Tax revenue from coal production in the Australian state of Queensland is forecast to rise to A$1.93 billion ($1.4 billion) in fiscal year 2016-2017 (July-June), based on assumptions that hard coking coal prices will average $100/mt in the next fiscal year and recover from $90/mt forecast for this fiscal year, said Queensland treasurer Curtis Pitt in his mid-year review Tuesday.
Total mineral tax revenue for the state is, however, expected to slide by A$9 million this fiscal year to A$2.35 billion from A$2.44 billion at the time of the treasurer's July budget.
This is because of a collapse in petroleum and gas royalties to only A$33 million for this year, from A$129 million forecast five months ago, he said.
The Queensland treasurer revised higher Tuesday his estimate for government coal production royalty revenue for the 2015-2016 fiscal year to A$1.73 billion after forecasting at his July budget that taxes on the state's coal producers would yield A$1.68 billion for the 2015-2016 fiscal year.
Queensland's government collected A$1.61 billion in royalty taxes in the 2014-2015 fiscal year.
Coal producers in the Australian state pay a royalty tax at a percentage rate per metric ton on their coal production, and currently the percentage rates vary from 7% to 15%, and the tax is based on market prices for coal.
COAL PRODUCTION RISE
Queensland's taxable coal production is expected to reach 213 million mt in the 2015-2016 fiscal year, and then rise to 218 million mt in 2016-2017, according to treasury papers for the mid-year budget review.

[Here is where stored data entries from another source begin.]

/**
 * The random streams of `../stream.ts`, four lanes at a time: word for word the same generator, the four strands side by
 * side in one vector; and their map to standard normals, the quantile of `../elementary.ts`.
 */
import { constant, far, middle, Named, number, outer } from './constants';
import { ordinaryLogarithm } from './elementary';
import { columnBytes } from './workspace';

const strandCount = 4;

/** Starting states, word after word, each of the four strands. */
const states = memory.data(64, 16);

/** Philox 4×32 with ten rounds; word w of the result goes to `to` + 16 w. */
function philox(keyLow: u32, keyHigh: u32, c0: u32, c1: u32, c2: u32, c3: u32, to: usize): void {
  for (let round = 0; round < 10; round++) {
    const product0 = <u64>0xd2511f53 * <u64>c0;
    const product1 = <u64>0xcd9e8d57 * <u64>c2;
    c0 = <u32>(product1 >> 32) ^ c1 ^ keyLow;
    c2 = <u32>(product0 >> 32) ^ c3 ^ keyHigh;
    c1 = <u32>product1;
    c3 = <u32>product0;
    keyLow += 0x9e3779b9;
    keyHigh += 0xbb67ae85;
  }
  store<u32>(to, c0);
  store<u32>(to, c1, 16);
  store<u32>(to, c2, 32);
  store<u32>(to, c3, 48);
}

// @ts-ignore: decorator
@inline
function rotated(x: v128, by: i32): v128 {
  return v128.or(i32x4.shl(x, by), i32x4.shr_u(x, 32 - by));
}

/** Writes the uniforms of one stream to a column. */
function drawUniforms(keyLow: u32, keyHigh: u32, block: u32, date: u32, replicate: u32, to: usize, end: usize): void {
  for (let strand = 0; strand < strandCount; strand++) {
    const place = states + (<usize>strand << 2);
    philox(keyLow, keyHigh, block, date, replicate, strand, place);
    if ((load<u32>(place) | load<u32>(place, 16) | load<u32>(place, 32) | load<u32>(place, 48)) == 0)
      store<u32>(place, 1);
  }
  let s0 = v128.load(states);
  let s1 = v128.load(states, 16);
  let s2 = v128.load(states, 32);
  let s3 = v128.load(states, 48);
  // The doubles from 1 to 2 take k 2^-52 as their bits; 1 less half a step is then taken off, without rounding.
  const oneBits = i32x4.splat(0x3ff00000);
  const offset = f64x2.splat(0.9999999999999998889776975);
  for (; to < end; to += 32) {
    const upper = i32x4.add(rotated(i32x4.add(s0, s3), 7), s0);
    let shifted = i32x4.shl(s1, 9);
    s2 = v128.xor(s2, s0);
    s3 = v128.xor(s3, s1);
    s1 = v128.xor(s1, s2);
    s0 = v128.xor(s0, s3);
    s2 = v128.xor(s2, shifted);
    s3 = rotated(s3, 11);
    const lower = i32x4.add(rotated(i32x4.add(s0, s3), 7), s0);
    shifted = i32x4.shl(s1, 9);
    s2 = v128.xor(s2, s0);
    s3 = v128.xor(s3, s1);
    s1 = v128.xor(s1, s2);
    s0 = v128.xor(s0, s3);
    s2 = v128.xor(s2, shifted);
    s3 = rotated(s3, 11);
    const highWords = v128.or(i32x4.shr_u(upper, 12), oneBits);
    const lowWords = v128.or(i32x4.shl(i32x4.shr_u(upper, 6), 26), i32x4.shr_u(lower, 6));
    v128.store(to, f64x2.sub(v128.shuffle<i32>(lowWords, highWords, 0, 4, 1, 5), offset));
    v128.store(to, f64x2.sub(v128.shuffle<i32>(lowWords, highWords, 2, 6, 3, 7), offset), 16);
  }
}

/** Where in the column the lanes of the tails stand, as distances in bytes. */
const tailList = memory.data(528 * 4, 16);

/** Writes standard normals to columns, each from the stream of its own key; `uniforms` is a column to work in. */
export function drawNormals(
  keys: usize,
  count: i32,
  block: u32,
  date: u32,
  replicate: u32,
  uniforms: usize,
  to: usize,
  length: usize,
): void {
  for (let column = 0; column < count; column++, keys += 8, to += columnBytes) {
    drawUniforms(load<u32>(keys), load<u32>(keys, 4), block, date, replicate, uniforms, uniforms + length);
    const tailEnd = writeMiddle(uniforms, to, length);
    writeTails(uniforms, to, tailEnd);
  }
}

/** Writes uniforms to columns, each from the stream of its own key. */
export function drawUniformColumns(
  keys: usize,
  count: i32,
  block: u32,
  date: u32,
  replicate: u32,
  to: usize,
  length: usize,
): void {
  for (let column = 0; column < count; column++, keys += 8, to += columnBytes)
    drawUniforms(load<u32>(keys), load<u32>(keys, 4), block, date, replicate, to, to + length);
}

/** Writes one point of a lattice as standard normals, shifted by columns of uniforms; `uniforms` is a column to work in. */
export function latticeNormals(
  shifts: usize,
  offsets: usize,
  count: i32,
  uniforms: usize,
  to: usize,
  length: usize,
): void {
  for (let column = 0; column < count; column++, offsets += 8, shifts += columnBytes, to += columnBytes) {
    writeFolded(shifts, f64x2.splat(load<f64>(offsets) - 1), uniforms, length);
    const tailEnd = writeMiddle(uniforms, to, length);
    writeTails(uniforms, to, tailEnd);
  }
}

/** Shifts and folds a coordinate, as `../lattice-uniform.ts` says. */
function writeFolded(shifts: usize, offset: v128, to: usize, length: usize): void {
  const one = number(Named.one);
  for (let at: usize = 0; at < length; at += 32) {
    const x = f64x2.add(v128.load(shifts + at), offset);
    const y = f64x2.add(v128.load(shifts + at, 16), offset);
    const xFold = f64x2.abs(f64x2.sub(f64x2.abs(f64x2.add(x, x)), one));
    const yFold = f64x2.abs(f64x2.sub(f64x2.abs(f64x2.add(y, y)), one));
    v128.store(to + at, f64x2.sub(one, xFold));
    v128.store(to + at, f64x2.sub(one, yFold), 16);
  }
}

/** Writes the quantiles as if all lay in the middle, and lists those that do not; returns the end of the list. */
function writeMiddle(uniforms: usize, to: usize, length: usize): usize {
  let listed = tailList;
  for (let at: usize = 0; at < length; at += 32) {
    const half = number(Named.half);
    const x = f64x2.sub(v128.load(uniforms + at), half);
    const y = f64x2.sub(v128.load(uniforms + at, 16), half);
    const limit = number(Named.middleLimit);
    const beyond =
      i64x2.bitmask(f64x2.gt(f64x2.abs(x), limit)) | (i64x2.bitmask(f64x2.gt(f64x2.abs(y), limit)) << 2);
    store<u32>(listed, <u32>at);
    listed += (beyond & 1) << 2;
    store<u32>(listed, <u32>at + 8);
    listed += (beyond & 2) << 1;
    store<u32>(listed, <u32>at + 16);
    listed += beyond & 4;
    store<u32>(listed, <u32>at + 24);
    listed += (beyond & 8) >> 1;
    const square = number(Named.middleSquare);
    const xW = f64x2.sub(square, f64x2.mul(x, x));
    const yW = f64x2.sub(square, f64x2.mul(y, y));
    const xW2 = f64x2.mul(xW, xW);
    const yW2 = f64x2.mul(yW, yW);
    let c = constant(middle, 6);
    let xEven = f64x2.mul(xW2, c);
    let yEven = f64x2.mul(yW2, c);
    c = constant(middle, 7);
    let xOdd = f64x2.mul(xW2, c);
    let yOdd = f64x2.mul(yW2, c);
    c = constant(middle, 4);
    xEven = f64x2.mul(xW2, f64x2.add(c, xEven));
    yEven = f64x2.mul(yW2, f64x2.add(c, yEven));
    c = constant(middle, 5);
    xOdd = f64x2.mul(xW2, f64x2.add(c, xOdd));
    yOdd = f64x2.mul(yW2, f64x2.add(c, yOdd));
    c = constant(middle, 2);
    xEven = f64x2.mul(xW2, f64x2.add(c, xEven));
    yEven = f64x2.mul(yW2, f64x2.add(c, yEven));
    c = constant(middle, 3);
    xOdd = f64x2.mul(xW2, f64x2.add(c, xOdd));
    yOdd = f64x2.mul(yW2, f64x2.add(c, yOdd));
    c = constant(middle, 0);
    xEven = f64x2.add(c, xEven);
    yEven = f64x2.add(c, yEven);
    c = constant(middle, 1);
    const xAbove = f64x2.add(xEven, f64x2.mul(xW, f64x2.add(c, xOdd)));
    const yAbove = f64x2.add(yEven, f64x2.mul(yW, f64x2.add(c, yOdd)));
    c = constant(middle, 14);
    xEven = f64x2.mul(xW2, c);
    yEven = f64x2.mul(yW2, c);
    c = constant(middle, 15);
    xOdd = f64x2.mul(xW2, c);
    yOdd = f64x2.mul(yW2, c);
    c = constant(middle, 12);
    xEven = f64x2.mul(xW2, f64x2.add(c, xEven));
    yEven = f64x2.mul(yW2, f64x2.add(c, yEven));
    c = constant(middle, 13);
    xOdd = f64x2.mul(xW2, f64x2.add(c, xOdd));
    yOdd = f64x2.mul(yW2, f64x2.add(c, yOdd));
    c = constant(middle, 10);
    xEven = f64x2.mul(xW2, f64x2.add(c, xEven));
    yEven = f64x2.mul(yW2, f64x2.add(c, yEven));
    c = constant(middle, 11);
    xOdd = f64x2.mul(xW2, f64x2.add(c, xOdd));
    yOdd = f64x2.mul(yW2, f64x2.add(c, yOdd));
    c = constant(middle, 8);
    xEven = f64x2.add(c, xEven);
    yEven = f64x2.add(c, yEven);
    c = constant(middle, 9);
    const xBelow = f64x2.add(xEven, f64x2.mul(xW, f64x2.add(c, xOdd)));
    const yBelow = f64x2.add(yEven, f64x2.mul(yW, f64x2.add(c, yOdd)));
    v128.store(to + at, f64x2.mul(x, f64x2.div(xAbove, xBelow)));
    v128.store(to + at, f64x2.mul(y, f64x2.div(yAbove, yBelow)), 16);
  }
  return listed;
}

/** Writes the quantiles of the listed lanes, two at a time; a last single one is taken twice. */
function writeTails(uniforms: usize, to: usize, tailEnd: usize): void {
  store<u32>(tailEnd, load<u32>(tailEnd - 4));
  for (let listed = tailList; listed < tailEnd; listed += 8) {
    const first = <usize>load<u32>(listed);
    const second = <usize>load<u32>(listed, 4);
    const p = v128.load64_lane(uniforms + second, f64x2.splat(load<f64>(uniforms + first)), 1);
    const mirrored = f64x2.sub(number(Named.one), p);
    const smaller = f64x2.pmin(p, mirrored);
    const root = f64x2.sqrt(f64x2.neg(ordinaryLogarithm(smaller, f64x2.splat(0))));
    let size: v128;
    if (v128.any_true(f64x2.gt(root, f64x2.splat(5)))) {
      const isFar = f64x2.gt(root, f64x2.splat(5));
      const farSize = ratioOf(far, f64x2.sub(root, f64x2.splat(5)));
      size = v128.bitselect(farSize, ratioOf(outer, f64x2.sub(root, number(Named.outerShift))), isFar);
    } else size = ratioOf(outer, f64x2.sub(root, number(Named.outerShift)));
    // The sign bit of p - 1/2.
    const sign = v128.and(f64x2.sub(p, number(Named.half)), f64x2.splat(-0.0));
    const result = v128.xor(size, sign);
    v128.store64_lane(to + first, result, 0);
    v128.store64_lane(to + second, result, 1);
  }
}

/** Numerator / denominator of the quantile's outer parts. */
// @ts-ignore: decorator
@inline
function ratioOf(table: usize, w: v128): v128 {
  const w2 = f64x2.mul(w, w);
  return f64x2.div(sevenPowers(table, 0, w, w2), sevenPowers(table, 8, w, w2));
}

// @ts-ignore: decorator
@inline
function sevenPowers(table: usize, first: i32, w: v128, w2: v128): v128 {
  let even = f64x2.mul(w2, constant(table, first + 6));
  let odd = f64x2.mul(w2, constant(table, first + 7));
  even = f64x2.mul(w2, f64x2.add(constant(table, first + 4), even));
  odd = f64x2.mul(w2, f64x2.add(constant(table, first + 5), odd));
  even = f64x2.mul(w2, f64x2.add(constant(table, first + 2), even));
  odd = f64x2.mul(w2, f64x2.add(constant(table, first + 3), odd));
  even = f64x2.add(constant(table, first), even);
  odd = f64x2.add(constant(table, first + 1), odd);
  return f64x2.add(even, f64x2.mul(w, odd));
}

Coal production in Queensland for the 2017-2018 fiscal year is forecast to be 225 million mt, said the treasury papers.
The Queensland treasury estimates that hard coking coal prices will rise to an average of $100/mt for the 2016-2017 fiscal year, from an average of $90/mt in the current fiscal year.
Semi-soft coking coal prices are expected to recover to $82/mt next fiscal year from $78/mt, according to the treasury papers.
Thermal coal prices are expected to average $65/mt this fiscal year and next, and then to edge up to $67/mt for the 2017-2018 fiscal year, said the Queensland treasury.
On Monday, Platts assessed Australian low-volatile hard coking coal at $75/mt FOB, semi-soft product at $61.55/mt and Newcastle thermal coal at $52/mt.
GAS ROYALTIES DOWNGRADE
The Queensland Resources Council said in a statement Tuesday that the Queensland government's substantial downgrade for royalties from gas producers "largely reflected the current state of the global oil market."
The coal industry body's chief executive, Michael Roche, said however that the gas sector in Queensland will deliver royalties of A$500 million in the 2018-2019 fiscal year as LNG production in the state ramped up.
Roche said the QRC called on the Queensland government to follow the lead of the New South Wales government which has sold a 99-year lease on its electricity transmission company Transgrid for A$10 billion.
"Based on this transaction, a 99-year lease of Queensland's transmission business Powerlink would yield over A$14 billion for the state. After paying off Powerlink debt, such a transaction would yield a net A$8 billion for reinvestment in essential infrastructure," he added.